I never used to think of myself as a city girl. Not until my husband pointed it out. I often find myself in beautiful country settings and whilst I enjoy those settings, I quite quickly find myself longing for the familiarity of the city. Today I was reminded of this as I walked admiring the blue sky and the rhythmic whir and hum of busy passing traffic. I enjoyed the gaps, the fleeting moments of quiet but I think I enjoyed more, the city noises as they arrived once again.
It is comfort. It is home. I like to walk alone. I like to pace with the noise of the outdoors and the internal noise that goes on indoors and upstairs in my mind. I like her company, even her teasing and mean tricks. Recently she has been whispering that I have nothing to say. She quietens me. It is not in my nature to fully succumb to instruction, to be told what to do and yet she manipulates me so cleverly that I barely notice.

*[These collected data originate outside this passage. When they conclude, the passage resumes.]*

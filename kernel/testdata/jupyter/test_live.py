"""Live checks of the nudge kernel through jupyter_client: a progress line that
updates in place and gives way, a notebook with a large sweep saved small and
clean by nbclient and exported by nbconvert without warnings, an interrupt of a
long-running analysis followed by a cell that runs, and a client that
reconnects and still receives iopub.

Run with /usr/bin/python3 -m unittest from this directory, with the nudge
kernelspec on JUPYTER_PATH (make jupyter-test does this).
"""
import json
import os
import subprocess
import sys
import tempfile
import time
import unittest

from jupyter_client.connect import write_connection_file
from jupyter_client.kernelspec import KernelSpecManager
from jupyter_client.manager import KernelManager

# A model of about 3,600 tape nodes; its 2-D sweep of a million points runs for
# several seconds, long enough to interrupt.
LONG_MODEL = "\n".join(
    ["input a = 1 (0.5..2)", "input b = 2 (1..3)", "f0 = a * b"]
    + [f"f{i} = f{i-1} * 0.999 + sqrt(a + {i}) * b / (1 + a)" for i in range(1, 900)]
)
LONG_SWEEP = "sweep f899 over a 0.5..2 and b 1..3 n=1000 limit=1000000"

# Every wait is a hang guard, never a budget: the machine running the tests
# may be busy, and no test asserts how long anything took.
GUARD = 300

# The MIME type of a result's JSON object in a bundle (render.ResultMIME).
RESULT_MIME = "application/vnd.nudge.result+json"


def json_kind(msg):
    return msg["content"]["data"].get(RESULT_MIME, {}).get("kind")


def collect(kc, msg_id, timeout=GUARD):
    """Return the iopub messages of one request up to its idle status."""
    out = []
    deadline = time.time() + timeout
    while time.time() < deadline:
        m = kc.get_iopub_msg(timeout=timeout)
        if m["parent_header"].get("msg_id") != msg_id:
            continue
        out.append(m)
        if m["msg_type"] == "status" and m["content"]["execution_state"] == "idle":
            return out
    raise AssertionError("no idle status for " + msg_id)


def reply_to(kc, msg_id, timeout=GUARD):
    while True:
        r = kc.get_shell_msg(timeout=timeout)
        if r["parent_header"].get("msg_id") == msg_id:
            return r


class LiveKernelTests(unittest.TestCase):
    def setUp(self):
        self.km = KernelManager(kernel_name="nudge")
        self.km.start_kernel()
        self.kc = self.km.client()
        self.kc.start_channels()
        self.kc.wait_for_ready(timeout=GUARD)

    def tearDown(self):
        self.kc.stop_channels()
        self.km.shutdown_kernel(now=False)

    def run_cell(self, code, timeout=GUARD):
        msg_id = self.kc.execute(code)
        reply = reply_to(self.kc, msg_id, timeout)
        return reply, collect(self.kc, msg_id, timeout)

    def test_progress_line_gives_way(self):
        """A long analysis shows one progress line, HTML only (a text front end
        prints nothing of it), updated in place; when it ends the cell is cleared
        with wait and shows its results, so nothing of the line is kept."""
        reply, msgs = self.run_cell(LONG_MODEL + "\n" + LONG_SWEEP)
        self.assertEqual(reply["content"]["status"], "ok")
        kinds = [m["msg_type"] for m in msgs]
        shown = [m for m in msgs if m["msg_type"] == "display_data" and m["content"].get("transient", {}).get("display_id")]
        updates = [m for m in msgs if m["msg_type"] == "update_display_data"]
        self.assertEqual(len(shown), 1, "one progress display: %r" % kinds)
        line = shown[0]["content"]["data"]
        self.assertEqual(list(line), ["text/html"], "the progress line is HTML alone")
        self.assertIn("nudge-progress", line["text/html"])
        self.assertIn("%", line["text/html"])
        pid = shown[0]["content"]["transient"]["display_id"]
        self.assertTrue(all(u["content"]["transient"]["display_id"] == pid for u in updates))
        clear = kinds.index("clear_output")
        self.assertTrue(msgs[clear]["content"]["wait"], "cleared with wait: no flicker")
        self.assertGreater(clear, kinds.index("update_display_data") if updates else kinds.index("display_data"))
        after = [m for m in msgs[clear:] if m["msg_type"] == "display_data"]
        self.assertEqual(json_kind(after[0]), "sweep", "the result follows the clearing")
        self.assertFalse([m for m in msgs[clear:] if m["msg_type"] == "update_display_data"], "no update after the line gave way")

    def test_saved_notebook_is_small_and_clean(self):
        """A 1,000 x 1,000 sweep (it once wrote a 167 MB notebook) run through
        nbclient, as nbconvert --execute does: the progress line shows while it
        runs, and the saved notebook keeps no trace of it and stays under 1 MB.
        nbconvert then exports it to HTML without a warning, highlighting the
        code with the lexer language_info names."""
        import logging
        import nbformat
        import pygments.lexers
        from nbclient import NotebookClient
        from nbconvert import HTMLExporter

        seen = []

        class Recorder(NotebookClient):
            def process_message(self, msg, cell, cell_index):
                seen.append((msg["msg_type"], msg["content"]))
                return super().process_message(msg, cell, cell_index)

        nb = nbformat.v4.new_notebook()
        nb.cells = [nbformat.v4.new_code_cell(LONG_MODEL), nbformat.v4.new_code_cell(LONG_SWEEP)]
        Recorder(nb, kernel_name="nudge", timeout=300).execute()
        self.assertTrue(any(t == "display_data" and "nudge-progress" in c.get("data", {}).get("text/html", "") for t, c in seen),
                        "no progress line was shown while the sweep ran")
        with tempfile.TemporaryDirectory() as d:
            path = os.path.join(d, "big.ipynb")
            nbformat.write(nb, path)
            size = os.path.getsize(path)
            with open(path) as fh:
                saved = fh.read()
        print(f"\nnotebook with a 1,000 x 1,000 sweep: {size / 1024:.0f} KiB saved", file=sys.stderr)
        self.assertLess(size, 1 << 20, "the saved notebook is %d bytes" % size)
        self.assertNotIn("nudge-progress", saved)
        outs = nb.cells[1].outputs
        self.assertEqual([o.output_type for o in outs], ["display_data", "display_data"], "the sweep and the caution, nothing else")
        obj = outs[0].data["application/vnd.nudge.result+json"]
        self.assertEqual(obj["kind"], "sweep")
        self.assertEqual(obj["truncated"][0]["total"], 1000000)
        self.assertNotIn("application/json", outs[0].data)

        li = nb.metadata.language_info
        self.assertTrue(pygments.lexers.get_lexer_by_name(li["pygments_lexer"]))
        records = []

        class Keep(logging.Handler):
            def emit(self, record):
                records.append(record)

        handler = Keep(level=logging.WARNING)
        logging.getLogger().addHandler(handler)
        exporter = HTMLExporter()
        exporter.log.addHandler(handler)
        try:
            body, _ = exporter.from_notebook_node(nb)
        finally:
            logging.getLogger().removeHandler(handler)
            exporter.log.removeHandler(handler)
        self.assertEqual([r.getMessage() for r in records], [], "nbconvert warned")
        self.assertIn("highlight", body)

    def test_interrupt_long_analysis_then_next_cell_runs(self):
        reply, _ = self.run_cell(LONG_MODEL)
        self.assertEqual(reply["content"]["status"], "ok")
        msg_id = self.kc.execute(LONG_SWEEP)
        # Interrupt once the sweep is under way (its progress display is
        # shown), not after a fixed sleep that a busy machine can outlast.
        seen = []
        while True:
            m = self.kc.get_iopub_msg(timeout=GUARD)
            if m["parent_header"].get("msg_id") != msg_id:
                continue
            seen.append(m)
            if m["msg_type"] == "display_data" and m["content"].get("transient", {}).get("display_id"):
                break
        t0 = time.time()
        self.km.interrupt_kernel()  # interrupt_mode "message": an interrupt_request on control
        reply = reply_to(self.kc, msg_id)
        # An Interrupted error is the proof that the sweep stopped before it
        # finished; how long that took is reported, not asserted.
        self.assertEqual(reply["content"]["status"], "error")
        self.assertEqual(reply["content"]["ename"], "Interrupted", reply["content"].get("evalue"))
        print(f"\ninterrupt: the sweep stopped {time.time() - t0:.2f} s after the request", file=sys.stderr)
        rest = collect(self.kc, msg_id)
        self.assertFalse([m for m in seen + rest if m["msg_type"] == "execute_result"], "no result from the interrupted sweep")
        reply, msgs = self.run_cell("f0")
        self.assertEqual(reply["content"]["status"], "ok")
        results = [m for m in msgs if m["msg_type"] == "execute_result"]
        self.assertEqual(results[0]["content"]["data"]["text/plain"], "f0 = 2")

    def test_same_json_as_exec(self):
        """One engine, several fronts: a cell in the kernel and nudge exec --json
        on the same model give the same JSON objects."""
        exe = KernelSpecManager().get_kernel_spec("nudge").argv[0]
        model = os.path.join(os.path.dirname(__file__), "..", "..", "..", "notebooks", "housing.nudge")
        with open(model) as fh:
            src = fh.read()
        src += "\ntornado unit_cost\nbreakeven unit_cost = 105 over shop_rate\n" \
            "scenario lean: cycle_time = 31\ncompare unit_cost across base, lean\n"
        out = subprocess.run([exe, "exec", "--json", "-"], input=src, capture_output=True, text=True, timeout=GUARD)
        self.assertEqual(out.returncode, 0, out.stderr)
        from_exec = [json.loads(line) for line in out.stdout.splitlines()]
        from_exec = [o for o in from_exec if o["kind"] != "print"]
        reply, msgs = self.run_cell(src)
        self.assertEqual(reply["content"]["status"], "ok")
        from_kernel = [m["content"]["data"][RESULT_MIME] for m in msgs
                       if m["msg_type"] in ("display_data", "execute_result")
                       and RESULT_MIME in m["content"]["data"]]
        self.assertEqual([o["kind"] for o in from_kernel], [o["kind"] for o in from_exec])
        self.assertEqual(from_kernel, from_exec)

    def test_completion_and_inspection_by_context(self):
        """Through the protocol, completion offers what the grammar lets stand
        at the cursor (cursor positions in code points), and inspection
        describes a unit in brackets."""
        reply, _ = self.run_cell("input rate = 60 [$/h] (50..70)\ninput hours = 2 [h]\ncost = rate * hours\n"
                                 "scenario lean: hours = 1.5")
        self.assertEqual(reply["content"]["status"], "ok")
        for code, want in [
            ("drivers ", ["cost"]),
            ("sweep cost over ", ["hours", "rate"]),
            ("compare cost across ", ["base", "lean"]),
            ("charts ", ["png", "svg", "text"]),
            ("tornado cost ", ["top="]),
            ("input e = 3 [kW", ["kW", "kWh"]),
            ("x = 2 [€] + 3 [kW", ["kW", "kWh"]),  # a non-ASCII character before the cursor
        ]:
            msg_id = self.kc.complete(code, len(code))
            content = reply_to(self.kc, msg_id)["content"]
            self.assertEqual(content["matches"], want, code)
            self.assertEqual(content["cursor_end"], len(code), code)
        code = "input e = 3 [kWh]"
        msg_id = self.kc.inspect(code, 14)
        content = reply_to(self.kc, msg_id)["content"]
        self.assertTrue(content["found"])
        self.assertIn("kilowatt hour; energy; 1 kWh = 3,600,000 J", content["data"]["text/plain"])

    def test_ten_thousand_executes(self):
        """10,000 executes through the real interpreter: no reply lost, and the
        kernel's resident memory grows by less than 10 MB after a warm-up."""
        pid = self.km.provisioner.process.pid

        def rss_kb():
            with open(f"/proc/{pid}/status") as fh:
                for line in fh:
                    if line.startswith("VmRSS:"):
                        return int(line.split()[1])
            raise AssertionError("no VmRSS")

        def run(n):
            ids = set()
            for i in range(n):
                ids.add(self.kc.execute(f"x{i % 7} = {i} * 2 [kg]\nx{i % 7}", store_history=True))
                if len(ids) >= 50 or i == n - 1:  # keep at most 50 requests in flight
                    while ids:
                        r = self.kc.get_shell_msg(timeout=GUARD)
                        mid = r["parent_header"].get("msg_id")
                        if mid in ids:
                            self.assertEqual(r["content"]["status"], "ok", r["content"])
                            ids.discard(mid)
                    while True:  # drain iopub so the kernel never waits on this client
                        try:
                            self.kc.get_iopub_msg(timeout=0.001)
                        except Exception:
                            break

        run(500)
        before = rss_kb()
        run(10_000)
        grown = (rss_kb() - before) / 1024
        print(f"\n10,000 executes: kernel resident memory {before / 1024:.1f} MB -> grew {grown:.2f} MB", file=sys.stderr)
        self.assertLess(grown, 10, f"resident memory grew by {grown:.1f} MB")

    def test_reconnecting_client_gets_iopub(self):
        self.kc.stop_channels()
        kc2 = self.km.client()
        kc2.start_channels()
        kc2.wait_for_ready(timeout=GUARD)
        msg_id = kc2.execute('print "again"')
        msgs = collect(kc2, msg_id)
        streams = [m["content"]["text"] for m in msgs if m["msg_type"] == "stream"]
        self.assertEqual(streams, ["again\n"])
        kc2.stop_channels()
        self.kc = self.km.client()
        self.kc.start_channels()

I told her one of my secrets aloud today, I told her I'm fed up of her shooshing me. She said 'well shut up then' and I said 'No. It is you that must be quiet now' and with that the silence was broken. I am free to speak once more. I hope that I can drown out her dark noise with the sound of traffic, I hope that I will push her whispers back. I will dig deep and try and bury them. I will bury them over and over and over again. Til there is just noise, city noise and a that feeling of home.